((

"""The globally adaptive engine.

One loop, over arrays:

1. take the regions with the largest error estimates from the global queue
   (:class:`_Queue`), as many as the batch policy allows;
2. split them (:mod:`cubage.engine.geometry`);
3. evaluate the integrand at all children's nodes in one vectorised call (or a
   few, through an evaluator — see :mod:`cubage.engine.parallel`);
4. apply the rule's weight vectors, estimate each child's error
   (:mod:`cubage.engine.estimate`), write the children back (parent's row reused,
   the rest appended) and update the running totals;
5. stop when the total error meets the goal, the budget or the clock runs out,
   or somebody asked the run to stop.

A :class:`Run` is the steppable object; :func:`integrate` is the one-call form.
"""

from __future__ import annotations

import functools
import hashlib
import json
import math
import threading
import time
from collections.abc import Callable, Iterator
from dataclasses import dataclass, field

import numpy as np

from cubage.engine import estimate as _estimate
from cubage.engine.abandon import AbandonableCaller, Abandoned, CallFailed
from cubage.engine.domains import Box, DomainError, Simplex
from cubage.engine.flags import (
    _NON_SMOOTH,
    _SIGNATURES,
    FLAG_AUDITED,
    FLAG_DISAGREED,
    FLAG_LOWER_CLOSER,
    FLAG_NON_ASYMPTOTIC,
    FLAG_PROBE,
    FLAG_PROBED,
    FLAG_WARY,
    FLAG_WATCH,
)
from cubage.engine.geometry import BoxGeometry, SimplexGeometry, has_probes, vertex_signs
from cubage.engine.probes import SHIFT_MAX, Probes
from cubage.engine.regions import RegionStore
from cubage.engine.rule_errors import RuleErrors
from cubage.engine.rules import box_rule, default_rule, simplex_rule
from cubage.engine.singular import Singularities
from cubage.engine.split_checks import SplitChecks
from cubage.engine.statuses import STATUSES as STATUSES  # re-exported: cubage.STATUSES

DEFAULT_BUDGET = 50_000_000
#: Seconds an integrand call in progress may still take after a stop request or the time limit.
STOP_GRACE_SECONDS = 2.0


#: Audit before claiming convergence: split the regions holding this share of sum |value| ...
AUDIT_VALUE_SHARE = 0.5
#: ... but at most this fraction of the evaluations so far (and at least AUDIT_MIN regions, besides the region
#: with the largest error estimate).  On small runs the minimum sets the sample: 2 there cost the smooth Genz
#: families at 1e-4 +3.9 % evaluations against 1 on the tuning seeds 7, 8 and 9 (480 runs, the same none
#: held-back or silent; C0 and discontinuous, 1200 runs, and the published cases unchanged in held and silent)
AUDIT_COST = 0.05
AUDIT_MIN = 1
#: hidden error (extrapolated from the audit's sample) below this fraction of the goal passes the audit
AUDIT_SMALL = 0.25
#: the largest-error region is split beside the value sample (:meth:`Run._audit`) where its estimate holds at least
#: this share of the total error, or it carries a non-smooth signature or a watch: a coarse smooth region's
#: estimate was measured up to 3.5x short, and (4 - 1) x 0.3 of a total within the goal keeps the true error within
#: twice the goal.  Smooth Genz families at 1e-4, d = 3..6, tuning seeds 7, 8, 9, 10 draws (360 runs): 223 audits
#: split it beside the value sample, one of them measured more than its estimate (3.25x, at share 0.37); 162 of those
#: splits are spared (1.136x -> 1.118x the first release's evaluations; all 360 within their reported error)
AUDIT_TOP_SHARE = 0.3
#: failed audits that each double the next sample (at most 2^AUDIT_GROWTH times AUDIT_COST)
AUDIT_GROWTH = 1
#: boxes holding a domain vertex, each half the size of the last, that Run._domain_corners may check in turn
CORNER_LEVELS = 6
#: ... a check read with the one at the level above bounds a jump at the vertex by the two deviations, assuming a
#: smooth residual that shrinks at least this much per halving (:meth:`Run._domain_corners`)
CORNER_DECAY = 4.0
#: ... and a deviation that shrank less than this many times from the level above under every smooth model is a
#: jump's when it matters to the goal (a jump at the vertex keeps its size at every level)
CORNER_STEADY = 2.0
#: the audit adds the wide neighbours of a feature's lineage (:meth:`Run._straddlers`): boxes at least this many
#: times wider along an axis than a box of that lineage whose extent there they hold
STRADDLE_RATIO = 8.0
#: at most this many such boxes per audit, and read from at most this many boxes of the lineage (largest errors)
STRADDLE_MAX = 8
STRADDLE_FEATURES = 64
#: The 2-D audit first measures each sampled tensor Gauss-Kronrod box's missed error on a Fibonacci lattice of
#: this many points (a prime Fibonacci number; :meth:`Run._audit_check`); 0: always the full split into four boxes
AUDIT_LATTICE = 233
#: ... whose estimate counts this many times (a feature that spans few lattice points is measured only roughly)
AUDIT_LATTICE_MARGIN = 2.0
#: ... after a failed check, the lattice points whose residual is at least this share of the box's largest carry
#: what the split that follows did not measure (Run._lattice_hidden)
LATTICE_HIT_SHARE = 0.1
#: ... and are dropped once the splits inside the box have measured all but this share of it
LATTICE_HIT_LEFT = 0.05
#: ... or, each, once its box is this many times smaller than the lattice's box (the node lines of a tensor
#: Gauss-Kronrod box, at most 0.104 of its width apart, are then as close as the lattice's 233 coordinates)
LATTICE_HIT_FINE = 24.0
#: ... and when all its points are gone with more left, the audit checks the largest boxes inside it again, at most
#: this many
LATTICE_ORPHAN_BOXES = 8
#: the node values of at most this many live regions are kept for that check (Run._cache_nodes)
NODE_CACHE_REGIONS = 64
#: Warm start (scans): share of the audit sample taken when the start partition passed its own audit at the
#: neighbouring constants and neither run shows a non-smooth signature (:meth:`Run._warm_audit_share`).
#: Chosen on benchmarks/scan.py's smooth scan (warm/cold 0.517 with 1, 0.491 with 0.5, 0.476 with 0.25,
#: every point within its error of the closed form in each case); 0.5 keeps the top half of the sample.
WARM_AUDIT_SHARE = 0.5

))

### TASK DIRECTIONS
All of the records above are to be copied exactly.

### WRITTEN REPLY
"""The globally adaptive engine.

One loop, over arrays:

1. take the regions with the largest error estimates from the global queue
   (:class:`_Queue`), as many as the batch policy allows;
2. split them (:mod:`cubage.engine.geometry`);
3. evaluate the integrand at all children's nodes in one vectorised call (or a
   few, through an evaluator — see :mod:`cubage.engine.parallel`);
4. apply the rule's weight vectors, estimate each child's error
   (:mod:`cubage.engine.estimate`), write the children back (parent's row reused,
   the rest appended) and update the running totals;
5. stop when the total error meets the goal, the budget or the clock runs out,
   or somebody asked the run to stop.

A :class:`Run` is the steppable object; :func:`integrate` is the one-call form.
"""

from __future__ import annotations

import functools
import hashlib
import json
import math
import threading
import time
from collections.abc import Callable, Iterator
from dataclasses import dataclass, field

import numpy as np

from cubage.engine import estimate as _estimate
from cubage.engine.abandon import AbandonableCaller, Abandoned, CallFailed
from cubage.engine.domains import Box, DomainError, Simplex
from cubage.engine.flags import (
    _NON_SMOOTH,
    _SIGNATURES,
    FLAG_AUDITED,
    FLAG_DISAGREED,
    FLAG_LOWER_CLOSER,
    FLAG_NON_ASYMPTOTIC,
    FLAG_PROBE,
    FLAG_PROBED,
    FLAG_WARY,
    FLAG_WATCH,
)
from cubage.engine.geometry import BoxGeometry, SimplexGeometry, has_probes, vertex_signs
from cubage.engine.probes import SHIFT_MAX, Probes
from cubage.engine.regions import RegionStore
from cubage.engine.rule_errors import RuleErrors
from cubage.engine.rules import box_rule, default_rule, simplex_rule
from cubage.engine.singular import Singularities
from cubage.engine.split_checks import SplitChecks
from cubage.engine.statuses import STATUSES as STATUSES  # re-exported: cubage.STATUSES

DEFAULT_BUDGET = 50_000_000
#: Seconds an integrand call in progress may still take after a stop request or the time limit.
STOP_GRACE_SECONDS = 2.0


#: Audit before claiming convergence: split the regions holding this share of sum |value| ...
AUDIT_VALUE_SHARE = 0.5
#: ... but at most this fraction of the evaluations so far (and at least AUDIT_MIN regions, besides the region
#: with the largest error estimate).  On small runs the minimum sets the sample: 2 there cost the smooth Genz
#: families at 1e-4 +3.9 % evaluations against 1 on the tuning seeds 7, 8 and 9 (480 runs, the same none
#: held-back or silent; C0 and discontinuous, 1200 runs, and the published cases unchanged in held and silent)
AUDIT_COST = 0.05
AUDIT_MIN = 1
#: hidden error (extrapolated from the audit's sample) below this fraction of the goal passes the audit
AUDIT_SMALL = 0.25
#: the largest-error region is split beside the value sample (:meth:`Run._audit`) where its estimate holds at least
#: this share of the total error, or it carries a non-smooth signature or a watch: a coarse smooth region's
#: estimate was measured up to 3.5x short, and (4 - 1) x 0.3 of a total within the goal keeps the true error within
#: twice the goal.  Smooth Genz families at 1e-4, d = 3..6, tuning seeds 7, 8, 9, 10 draws (360 runs): 223 audits
#: split it beside the value sample, one of them measured more than its estimate (3.25x, at share 0.37); 162 of those
#: splits are spared (1.136x -> 1.118x the first release's evaluations; all 360 within their reported error)
AUDIT_TOP_SHARE = 0.3
#: failed audits that each double the next sample (at most 2^AUDIT_GROWTH times AUDIT_COST)
AUDIT_GROWTH = 1
#: boxes holding a domain vertex, each half the size of the last, that Run._domain_corners may check in turn
CORNER_LEVELS = 6
#: ... a check read with the one at the level above bounds a jump at the vertex by the two deviations, assuming a
#: smooth residual that shrinks at least this much per halving (:meth:`Run._domain_corners`)
CORNER_DECAY = 4.0
#: ... and a deviation that shrank less than this many times from the level above under every smooth model is a
#: jump's when it matters to the goal (a jump at the vertex keeps its size at every level)
CORNER_STEADY = 2.0
#: the audit adds the wide neighbours of a feature's lineage (:meth:`Run._straddlers`): boxes at least this many
#: times wider along an axis than a box of that lineage whose extent there they hold
STRADDLE_RATIO = 8.0
#: at most this many such boxes per audit, and read from at most this many boxes of the lineage (largest errors)
STRADDLE_MAX = 8
STRADDLE_FEATURES = 64
#: The 2-D audit first measures each sampled tensor Gauss-Kronrod box's missed error on a Fibonacci lattice of
#: this many points (a prime Fibonacci number; :meth:`Run._audit_check`); 0: always the full split into four boxes
AUDIT_LATTICE = 233
#: ... whose estimate counts this many times (a feature that spans few lattice points is measured only roughly)
AUDIT_LATTICE_MARGIN = 2.0
#: ... after a failed check, the lattice points whose residual is at least this share of the box's largest carry
#: what the split that follows did not measure (Run._lattice_hidden)
LATTICE_HIT_SHARE = 0.1
#: ... and are dropped once the splits inside the box have measured all but this share of it
LATTICE_HIT_LEFT = 0.05
#: ... or, each, once its box is this many times smaller than the lattice's box (the node lines of a tensor
#: Gauss-Kronrod box, at most 0.104 of its width apart, are then as close as the lattice's 233 coordinates)
LATTICE_HIT_FINE = 24.0
#: ... and when all its points are gone with more left, the audit checks the largest boxes inside it again, at most
#: this many
LATTICE_ORPHAN_BOXES = 8
#: the node values of at most this many live regions are kept for that check (Run._cache_nodes)
NODE_CACHE_REGIONS = 64
#: Warm start (scans): share of the audit sample taken when the start partition passed its own audit at the
#: neighbouring constants and neither run shows a non-smooth signature (:meth:`Run._warm_audit_share`).
#: Chosen on benchmarks/scan.py's smooth scan (warm/cold 0.517 with 1, 0.491 with 0.5, 0.476 with 0.25,
#: every point within its error of the closed form in each case); 0.5 keeps the top half of the sample.
WARM_AUDIT_SHARE = 0.5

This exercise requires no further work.